(Dataset entries)
= Beginning of Section =
class Campaign:
    def __init__(self, seed, scratch, verbose=False):
        self.seed = seed
        self.scratch = pathlib.Path(scratch)
        self.records = []
        self.verbose = verbose
        self.unshare = _unshare_available()
        self._old = None

    def old_report(self, destination):
        """A complete report folder at destination (made once, copied after); its fingerprint."""
        if self._old is None:
            sandbox = Sandbox(tempfile.mkdtemp(dir=self.scratch))
            main = sandbox.write("main.toml", BASE_AIRCRAFT.read_text(encoding="utf-8"))
            tree = base_tree()
            tree["condition"] = tree["condition"][:1]
            sandbox.write("one.toml", toml_text(tree) + "\n")
            result = run(Attempt("setup", "old report", ["report", str(sandbox.inputs / "one.toml"), "-o",
                                                         str(sandbox.out / "old")], sandbox, timeout=300))
            if result.status != 0:
                raise RuntimeError("could not write the reference report: " + result.stderr)
            self._old = sandbox.out / "old"
            del main
        shutil.copytree(self._old, destination, symlinks=True)
        return fingerprint(destination)

    def attempt(self, build, special=None):
        folder = tempfile.mkdtemp(prefix="attempt.", dir=self.scratch)
        sandbox = Sandbox(folder)
        try:
            attempt = build(sandbox)
        except OSError as error:
            self.records.append({"category": "setup", "label": str(error), "outcome": "skipped", "failures": []})
            shutil.rmtree(folder, ignore_errors=True)
            return
        before = fingerprint(sandbox.root)
        if getattr(attempt, "shell", None):
            result = _run_shell(attempt)
        else:
            result = run(attempt, getattr(attempt, "action", None))
        if hasattr(attempt.stdout, "close"):
            attempt.stdout.close()
        after = fingerprint(sandbox.root)
        failures = classify(attempt, result, before, after)
        if getattr(attempt, "shell", None):
            failures.extend(_listing_failures(sandbox, result))
        if getattr(attempt, "repeat", False) and not failures:
            failures.extend(self._repeat(attempt, result, after))
        outcome = "FAILURE" if failures else ("refusal" if result.status == 2 else "ok")
        record = {"category": attempt.category, "label": attempt.label, "argv": attempt.argv or attempt.shell,
                  "status": result.status, "seconds": round(result.seconds, 2), "outcome": outcome,
                  "failures": [list(f) for f in dict.fromkeys(failures)],
                  "stderr": result.stderr[-600:] if failures else result.stderr[-200:]}
        self.records.append(record)
        if self.verbose or failures:
            print(f"[{len(self.records):4d}] {attempt.category:11s} {outcome:8s} {result.status!s:>4} "
                  f"{result.seconds:5.1f}s {attempt.label[:90]!r}" + "".join(f"\n        {k}: {d}" for k, d in
                                                                            record["failures"]), flush=True)
        shutil.rmtree(folder, ignore_errors=True)

    def _repeat(self, attempt, first, first_files):
        """The same run again in a fresh copy of the sandbox: identical stdout and files."""
        sandbox = attempt.sandbox
        out_prefix = os.path.relpath(sandbox.out, sandbox.root)
        saved = {p: m for p, m in first_files.items() if p.startswith(out_prefix)}
        shutil.rmtree(sandbox.out)
        sandbox.out.mkdir()
        if "plots" in " ".join(attempt.argv):
            (sandbox.out / "plots").mkdir()
        second = run(attempt)
        again = {p: m for p, m in fingerprint(sandbox.root).items() if p.startswith(out_prefix)}
        failures = []
        if second.stdout != first.stdout or second.status != first.status:
            failures.append(("not deterministic", f"stdout of {attempt.argv[0]}"))
        differing = sorted(p for p in set(saved) | set(again) if saved.get(p) != again.get(p))
        if differing:
            failures.append(("not deterministic", f"{len(differing)} output file(s) e.g. {os.path.splitext(differing[0])[1]}"))
        # the same outputs under the UTF-8 locale
        if attempt.env:
            shutil.rmtree(sandbox.out)
            sandbox.out.mkdir()
            if "plots" in " ".join(attempt.argv):
                (sandbox.out / "plots").mkdir()
            env, attempt.env = attempt.env, {}
            third = run(attempt)
            attempt.env = env
            utf8 = {p: m for p, m in fingerprint(sandbox.root).items() if p.startswith(out_prefix)}
            if utf8 != again:
                failures.append(("outputs depend on the locale", f"{attempt.argv[0]} files"))
            if third.stdout != first.stdout:
                failures.append(("outputs depend on the locale", f"{attempt.argv[0]} stdout"))
        return failures

    def summary(self):
        per_category = collections.defaultdict(collections.Counter)
        kinds = collections.Counter()
        kind_examples = {}
        for record in self.records:
            per_category[record["category"]][record["outcome"]] += 1
            for kind, detail in record["failures"]:
                kinds[(kind, detail)] += 1
                kind_examples.setdefault((kind, detail), record["label"])
        return per_category, kinds, kind_examples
= End of Section =
Of the lines above, retype only those from the line containing "False) and not" through the line containing "self.records.append(record)", including both, exactly.

        if getattr(attempt, "repeat", False) and not failures:
            failures.extend(self._repeat(attempt, result, after))
        outcome = "FAILURE" if failures else ("refusal" if result.status == 2 else "ok")
        record = {"category": attempt.category, "label": attempt.label, "argv": attempt.argv or attempt.shell,
                  "status": result.status, "seconds": round(result.seconds, 2), "outcome": outcome,
                  "failures": [list(f) for f in dict.fromkeys(failures)],
                  "stderr": result.stderr[-600:] if failures else result.stderr[-200:]}
        self.records.append(record)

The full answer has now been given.